Collected data
§
using SafetyMirror.Reports.Graphics;
using SafetyMirror.Reports.Justification;
using SafetyMirror.Reports.Plans;

namespace SafetyMirror.Reports.Tests.Justification;

// The report's site plans read as a reviewer reads them, checked in the drawing model (boxes and shapes in mm), not in pixels.
public sealed class SitePlanFigureTests
{
    // The plan area of an A4 portrait page: 170 mm of content width, 125/170 of it in height.
    private const double WidthMm = 170;
    private const double HeightMm = 125;
    private static readonly DisplayUnits Metric = new(UnitSystem.Metric);

    public static TheoryData<string> Corners() => ["demo", "misaimed", "two mirrors", "55 km/h", "turned 35°", "stop line"];

    private static ReportCase Corner(string name) => name switch
    {
        "demo" => SitePlanCorners.Demo(),
        "misaimed" => SitePlanCorners.Evaluated(InventedCorner.Plan(), SitePlanCorners.MisaimedMirror),
        "two mirrors" => ReportCase.Of(InventedCorner.Plan(eastHouse: true), Core.Design.Recommendation.MirrorRecommender.Recommend(InventedCorner.Plan(eastHouse: true), new()).Recommendation!, new()),
        "55 km/h" => SitePlanCorners.Evaluated(SitePlanCorners.Faster(55), InventedCorner.Mirror),
        "turned 35°" => SitePlanCorners.Turned(35),
        _ => SitePlanCorners.Evaluated(SitePlanCorners.WithStopLine(), InventedCorner.Mirror),
    };

    private static IEnumerable<PlanDrawing> Plans(ReportCase report)
    {
        var whole = SitePlanFigure.Whole(report, Metric, WidthMm, HeightMm);
        yield return whole;
        if (SitePlanFigure.Detail(report, Metric, whole, WidthMm, HeightMm) is { } detail)
        {
            yield return detail;
        }
    }

    [Theory]
    [MemberData(nameof(Corners))]
    public void Whole_Corner_NoTwoLabelBoxesOverlap(string corner)
    {
        foreach (var plan in Plans(Corner(corner)))
        {
            var boxes = plan.LabelBoxes;
            var clashes = boxes.SelectMany((a, i) => boxes.Skip(i + 1).Where(a.Overlaps).Select(b => $"{a.What} / {b.What}")).ToList();
            Assert.True(clashes.Count == 0, string.Join("; ", clashes));
        }
    }

    [Theory]
    [MemberData(nameof(Corners))]
    public void Whole_Corner_NoLabelBoxOverlapsASymbol(string corner)
    {
        foreach (var plan in Plans(Corner(corner)))
        {
            var clashes = plan.LabelBoxes.SelectMany(l => plan.SymbolBoxes.Where(l.Overlaps).Select(s => $"{l.What} / {s.What}")).ToList();
            Assert.True(clashes.Count == 0, string.Join("; ", clashes));
        }
    }

    [Fact]
    public void Whole_DemoInFeet_NoLabelBoxOverlapsAnotherOrASymbol()
    {
        var plan = SitePlanFigure.Whole(SitePlanCorners.Demo(), new DisplayUnits(UnitSystem.Imperial), WidthMm, HeightMm);

        var boxes = plan.LabelBoxes;
        Assert.Empty(boxes.SelectMany((a, i) => boxes.Skip(i + 1).Where(a.Overlaps)));
        Assert.DoesNotContain(boxes, l => plan.SymbolBoxes.Any(l.Overlaps));
        Assert.Contains(boxes, b => b.What.EndsWith(" ft", StringComparison.Ordinal));
    }

    [Fact]
    public void Whole_Demo_PlacesTheRequiredDistancesAndTheLetters()
    {
        var placed = SitePlanFigure.Whole(SitePlanCorners.Demo(), Metric, WidthMm, HeightMm).LabelBoxes.Select(b => b.What).ToList();

        Assert.Equal(2, placed.Count(w => w == "Required 35 m"));
        Assert.Contains("A", placed);
        Assert.Contains("B", placed);
    }

    [Fact]
    public void Whole_Demo_DrawsAt1To500()
    {
        // The street runs across the page already; out to 35 m required (30 km/h, SitePlanCorners) and a little beyond
        // each way the plan spans 78 m, 156 mm at 1:500 within the 158 mm the A4 map has: the plan was 1:1000 before.
        Assert.Equal(500, SitePlanFigure.Whole(SitePlanCorners.Demo(), Metric, WidthMm, HeightMm).ScaleDenominator);
    }

    [Fact]
    public void Whole_StreetAt35Degrees_TurnsTheMainRoadAcrossThePage()
    {
        var plan = SitePlanFigure.Whole(SitePlanCorners.Turned(35), Metric, WidthMm, HeightMm);

        var lanes = plan.Drawing.Shapes.OfType<Polyline>().Where(l => l.Style == PlanLayers.Approach.Style).ToList();
        Assert.NotEmpty(lanes);
        Assert.All(lanes, lane =>
        {
            var (a, b) = (lane.Points[0], lane.Points[^1]);
            var slopeDeg = Math.Atan2(Math.Abs(b.Y - a.Y), Math.Abs(b.X - a.X)) * 180 / Math.PI;
            Assert.True(slopeDeg < 2, $"a lane runs {slopeDeg:0.0}° off across the page");
        });
    }

    [Fact]
    public void Whole_StreetAt35Degrees_TakesTheScaleOfTheStreetDrawnAcross()
    {
        // Turned back across the page, the turned corner is the demo corner again, so it fits the same round scale.
        Assert.Equal(
            SitePlanFigure.Whole(SitePlanCorners.Demo(), Metric, WidthMm, HeightMm).ScaleDenominator,
            SitePlanFigure.Whole(SitePlanCorners.Turned(35), Metric, WidthMm, HeightMm).ScaleDenominator);
    }

    [Fact]
    public void Whole_StreetAt35Degrees_NorthArrowPointsToPlanNorth()
    {
        var plan = SitePlanFigure.Whole(SitePlanCorners.Turned(35), Metric, WidthMm, HeightMm);

        // Eastbound lane A, drawn outward from its conflict point, heads west in the corner as drawn, and the corner is
        // turned 35° counter-clockwise: outward lies at 215° counter-clockwise from east, plan north at 90°, 125° apart.
        var lane = plan.Drawing.Shapes.OfType<Polyline>().First(l => l.Style == PlanLayers.Approach.Style);
        var box = plan.SymbolBoxes.Single(b => b.What == "north arrow");
        var half = plan.Drawing.Shapes.OfType<Polygon>().Single(p => p.Shell.Count == 3 && p.Style.Fill == Colour.Black && p.Shell.All(q => Inside(box, q)));
        var (tip, notch) = (half.Shell[0], half.Shell[2]);
        var between = Angle(tip.X - notch.X, tip.Y - notch.Y) - Angle(lane.Points[^1].X - lane.Points[0].X, lane.Points[^1].Y - lane.Points[0].Y);
        Assert.Equal(-125, Normalised(between), 1);
    }

    [Fact]
    public void Caption_TurnedPlan_SaysItIsTurnedAndNotNorthUp()
    {
        var report = SitePlanCorners.Turned(35);
        var caption = SitePlanFigure.Caption(SitePlanFigure.Whole(report, Metric, WidthMm, HeightMm), report, "Plan");

        Assert.Contains("rotated so the main road runs across the page; the north arrow shows plan north", caption, StringComparison.Ordinal);
        Assert.DoesNotContain("north up", caption, StringComparison.Ordinal);
    }

    [Fact]
    public void Caption_StreetAlreadyAcross_KeepsPlanNorthUp()
    {
        var report = SitePlanCorners.Demo();
        var plan = SitePlanFigure.Whole(report, Metric, WidthMm, HeightMm);

        Assert.Equal(0, plan.RotationDeg);
        Assert.Contains("plan north up", SitePlanFigure.Caption(plan, report, "Plan"), StringComparison.Ordinal);
    }

    [Fact]
    public void Whole_MisaimedMirror_DrawsTheThreeStretchesInStylesApartInGreyscale()
    {
        var plan = SitePlanFigure.Whole(Corner("misaimed"), Metric, WidthMm, HeightMm);

        PlanLayer[] stretches = [PlanLayers.SeenDirectly, PlanLayers.ShownInMirror, PlanLayers.SeenNeitherWay];
        var lines = plan.Drawing.Shapes.OfType<Polyline>().ToList();
        var texts = plan.Drawing.Shapes.OfType<Text>().Select(t => t.Value).ToList();
        Assert.All(stretches, layer => Assert.Contains(lines, l => l.Style == layer.Style));
        Assert.All(stretches, layer => Assert.Single(texts, t => t == layer.Label));
        // Apart by width and by dash pattern, so they stay apart without colour (common practice in drafting).
        Assert.Equal(3, stretches.Select(l => l.Style.StrokeWidthMm).Distinct().Count());
        Assert.Equal(3, stretches.Select(l => string.Join(",", l.Style.DashMm)).Distinct().Count());
    }

    [Fact]
    public void Whole_Demo_DrawsATravelArrowOnEachApproach()
    {
        var plan = SitePlanFigure.Whole(SitePlanCorners.Demo(), Metric, WidthMm, HeightMm);

        var legend = plan.SymbolBoxes.Single(b => b.What == "legend");
        Assert.Equal(2, plan.Drawing.Shapes.OfType<Polyline>().Count(l => l.Style == PlanLayers.TravelDirection.Style && !Inside(legend, l.Points[0])));
    }

    [Fact]
    public void Whole_Demo_NamesTheStreetFromThePlan()
    {
        var plan = SitePlanFigure.Whole(SitePlanCorners.Demo(), Metric, WidthMm, HeightMm);

        Assert.Contains(plan.LabelBoxes, b => b.What == "Tanner Row");
    }

    [Fact]
    public void Whole_PlanWithStopLine_DrawsItWithItsLegendEntry()
    {
        var plan = SitePlanFigure.Whole(Corner("stop line"), Metric, WidthMm, HeightMm);

        Assert.Contains(plan.Drawing.Shapes.OfType<Polyline>(), l => l.Style == PlanLayers.StopLine.Style);
        Assert.Contains(plan.Drawing.Shapes.OfType<Text>(), t => t.Value == PlanLayers.StopLine.Label);
    }

    [Fact]
    public void Whole_PlanWithoutStopLine_HasNoStopLineEntry()
    {
        var plan = SitePlanFigure.Whole(SitePlanCorners.Demo(), Metric, WidthMm, HeightMm);

        Assert.DoesNotContain(plan.Drawing.Shapes.OfType<Text>(), t => t.Value == PlanLayers.StopLine.Label);
    }

    private static bool Inside(PlanBox box, PointMm p) => p.X >= box.Left && p.X <= box.Right && p.Y >= box.Top && p.Y <= box.Bottom;

    /// <summary>Counter-clockwise from the page's right, in degrees (y grows downwards on paper).</summary>
    private static double Angle(double dx, double dy) => Math.Atan2(-dy, dx) * 180 / Math.PI;

    private static double Normalised(double degrees) => ((degrees % 360) + 540) % 360 - 180;
}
§
From the data above, show each line that contains "notch".

__SOLUTION__:
        var (tip, notch) = (half.Shell[0], half.Shell[2]);
        var between = Angle(tip.X - notch.X, tip.Y - notch.Y) - Angle(lane.Points[^1].X - lane.Points[0].X, lane.Points[^1].Y - lane.Points[0].Y);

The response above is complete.